Is there a way that I can set vp up such that it is usable in Fenics and its value will update for every time step, such that the value of Evap(T) will change due to its 1/T dependence and its implicit T dependence from vp ? My current code is below:


from __future__ import print_function
import numpy as np
import scipy as scipy
import matplotlib.pyplot as plt
from dolfin import *
import ufl
from ufl import as_tensor
from ufl import Index
import math
from scipy.optimize import curve_fit
from mpi4py import MPI
from scipy.interpolate import interp1d
from scipy import interp
from scipy.interpolate import UnivariateSpline

parameters["allow_extrapolation"] = True
parameters["form_compiler"]["cpp_optimize"] = True
parameters["form_compiler"]["optimize"] = True
set_log_level(50)
hfont = {'fontname':'Liberation Sans'}

#----------------
t_start = 0.0
t_end = 100
nstep = 200
dtime = (t_end - t_start)/ nstep  #time step


#---------IMPORT EVAPORATION DATA--------------
def vp_function(x):
	a = 5.73623
	b = 13204.109
	c = -24.306
	return 10**(a - (b/(x + c)))

tempspace = np.linspace(200,10000,10000)
vp_f = vp_function(tempspace)


#---------------------------------------
mesh = UnitSquareMesh(10,10)
Space = FunctionSpace(mesh, 'P', 1) 
T = Function(Space)
T0 = Function(Space)
T_init = Expression('Tambient', degree=1, Tambient=1000.)
T = project(T_init, Space)
assign(T0,T)


vp_new_array = vp_f(T.vector().get_local())
vp_space = FunctionSpace(mesh, 'CG',1)
vp = Function(vp_space)
vp.vector()[:] = vp_new_array

def Evap(T):
	return vp*(1/T)

#-------------------------------------------

V = TestFunction(Space)     # Test Function used for FEA
dT = TrialFunction(Space)   # Temperature Derivative

i = Index()
G = as_tensor(T.dx(i), (i))  #gradient of T
G0 = as_tensor(T0.dx(i), (i)) # gradient of T at previous time step 

q = -G
F = (1/dtime*(T-T0)*V - q[i]*V.dx(i)) * dx + Evap(T)*V*ds  #final form to solve
Gain = derivative(F, T, dT)    # Gain will be used as the Jacobian required to determine the evolution of a dynamic system 


problem = NonlinearVariationalProblem(F, T, [], Gain)
solver  = NonlinearVariationalSolver(problem)

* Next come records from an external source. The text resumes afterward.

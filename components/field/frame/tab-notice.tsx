'use client';

import type { ReactElement } from 'react';
import { Notice } from '@/components/ui/notice';
import { FieldButton } from '@/components/field/parts/field-button';
import { Screen } from '@/components/field/parts/screen';
import { CopyUnsentKey } from '@/components/field/unsent/copy-unsent-key';
import { useActivity } from '@/lib/offline/hooks/use-activity';
import { useStanding } from '@/lib/offline/hooks/use-standing';

/** Instead of the app, while a tab with an older version holds the records. It goes on by itself. */
export function OtherTabFirst(): ReactElement {
  return (
    <div className="min-h-dvh bg-paper text-field text-ink">
      <Screen title="Close the other tab">
        <Notice tone="warn" live="polite" title="An older version of Undereave is open in another tab">
          <p>
            Finish there what you are doing and close that tab. This one goes on by itself. Everything saved on this
            phone stays.
          </p>
        </Notice>
      </Screen>
    </div>
  );
}

/** A newer version in another tab has taken the records over: nothing entered here is kept until this page is loaded anew. */
export function TakenOverNotice(): ReactElement | null {
  const { tab } = useStanding();
  const { notSaved } = useActivity();
  if (tab !== 'taken-over') return null;
  return (
    <section
      aria-label="Other tab"
      className="print-hidden border-b-2 border-stop bg-stop-wash px-gap py-4 text-field text-ink"
    >
      <p role="alert" className="font-bold">
        A newer version works in another tab. This one keeps nothing any more.
      </p>
      <p>Everything that was shown as saved is saved.</p>
      <div className="mt-3 flex flex-wrap gap-gap">
        {notSaved > 0 && <CopyUnsentKey>Copy what is not saved</CopyUnsentKey>}
        <FieldButton tone="main" onClick={() => window.location.reload()}>
          Load this page anew
        </FieldButton>
      </div>
    </section>
  );
}
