import type { Metadata } from 'next';
import type { ReactElement } from 'react';
import { LetterList } from '@/components/lab/people/letter-list';
import { EmptyState } from '@/components/ui/empty-state';
import { Notice } from '@/components/ui/notice';
import { PageTitle } from '@/components/ui/page-title';
import { localDate } from '@/lib/kit/local-date';
import { systemClock } from '@/lib/kit/system-clock';
import { requirePage } from '@/lib/server/auth/current-session';
import { letters } from '@/lib/server/queries/letters';

export const metadata: Metadata = { title: 'Letters' };

/** Which letters were written and whether they went out; in the demo they can be read, because none is sent. */
export default async function LettersPage(): Promise<ReactElement> {
  const session = await requirePage('letters.read');
  const { letters: list, box } = await letters(session);
  const time = { zone: session.zone, today: localDate(systemClock.now(), session.zone) };
  return (
    <>
      <PageTitle under={session.teamName}>Letters</PageTitle>
      {box === 'kept' && (
        <Notice className="mb-5 max-w-text">
          <p>
            This is a demo: letters are kept here instead of being sent, with their links. Elsewhere only their readers
            see them.
          </p>
        </Notice>
      )}
      {list.length === 0 ? (
        <EmptyState title="No letter yet">
          <p>Letters appear here when somebody is invited or asks for a new password.</p>
        </EmptyState>
      ) : (
        <LetterList letters={list} {...time} />
      )}
    </>
  );
}
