import type { ReactElement } from 'react';
import { ROLE_WORDS, type RoleName } from '@/components/shell/role-words';
import { LinkButton } from '@/components/ui/link-button';
import { TOUR, type TourStop, stopHref } from './tour-stops';

interface TourListProps {
  role: RoleName;
  /** The ids of the demo's nests in this team, by code. */
  nests: Readonly<Record<string, string>>;
}

function listOf(words: readonly string[]): string {
  return words.length < 2 ? (words[0] ?? '') : `${words.slice(0, -1).join(', ')} or ${words.at(-1)}`;
}

/** Why a stop can't be opened here. */
function whyNot({ at, roles }: TourStop, role: RoleName): string {
  if (roles && !roles.includes(role)) {
    return `To see it, sign in as ${listOf(roles.map((name) => ROLE_WORDS[name]))}.`;
  }
  return 'nest' in at ? `${at.nest} belongs to the demo season, which is not in this team.` : '';
}

function actWords({ at }: TourStop): string {
  return 'nest' in at ? `Go to ${at.nest}` : 'Go there';
}

/** The walk through the demo season, stop by stop. */
export function TourList({ role, nests }: TourListProps): ReactElement {
  return (
    <ol className="flex max-w-[46rem] flex-col">
      {TOUR.map((stop, index) => {
        const href = stopHref(stop, role, nests);
        return (
          <li key={stop.title} className="keep-together border-b border-rule py-4 first:border-t">
            <h2 className="text-lg font-bold">
              <span className="mr-2 font-mono text-quiet">{index + 1}</span>
              {stop.title}
            </h2>
            <p className="mt-1">{stop.words}</p>
            <ul className="mt-2 list-disc pl-5">
              {stop.look.map((line) => (
                <li key={line}>{line}</li>
              ))}
            </ul>
            {href ? (
              <LinkButton href={href} className="mt-3" aria-label={`${actWords(stop)}: ${stop.title}`}>
                {actWords(stop)}
              </LinkButton>
            ) : (
              <p className="mt-2 text-sm text-quiet">{whyNot(stop, role)}</p>
            )}
          </li>
        );
      })}
    </ol>
  );
}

solver.parameters["newton_solver"]["relative_tolerance"] = 1E-4
solver.parameters["newton_solver"]["absolute_tolerance"] = 1E-3
solver.parameters["newton_solver"]["convergence_criterion"] = "residual"
solver.parameters["newton_solver"]["error_on_nonconvergence"] = True
solver.parameters["newton_solver"]["linear_solver"] = "cg"
solver.parameters["newton_solver"]["maximum_iterations"] = 10000
solver.parameters["newton_solver"]["preconditioner"] = "hypre_euclid"
solver.parameters["newton_solver"]["report"] = True

solver.parameters["newton_solver"]["krylov_solver"]["nonzero_initial_guess"] = False
solver.parameters["newton_solver"]["krylov_solver"]["relative_tolerance"] = 1E-4
solver.parameters["newton_solver"]["krylov_solver"]["absolute_tolerance"] = 1E-3
solver.parameters["newton_solver"]["krylov_solver"]["monitor_convergence"] = False
solver.parameters["newton_solver"]["krylov_solver"]["maximum_iterations"] = 100000

t = 0
for t in np.arange(t_start + dtime,t_end + dtime,dtime):
	print( "Time", t)
	solver.solve()
	assign(T0, T)
	print(assemble(Evap(T)*da))
	print(vp(max(T.vector())))

Did you mean to use

vp_new_array = vp_function(T.vector().get_local())

?

As the error states, vp_f is a numpy.ndarray, not a function.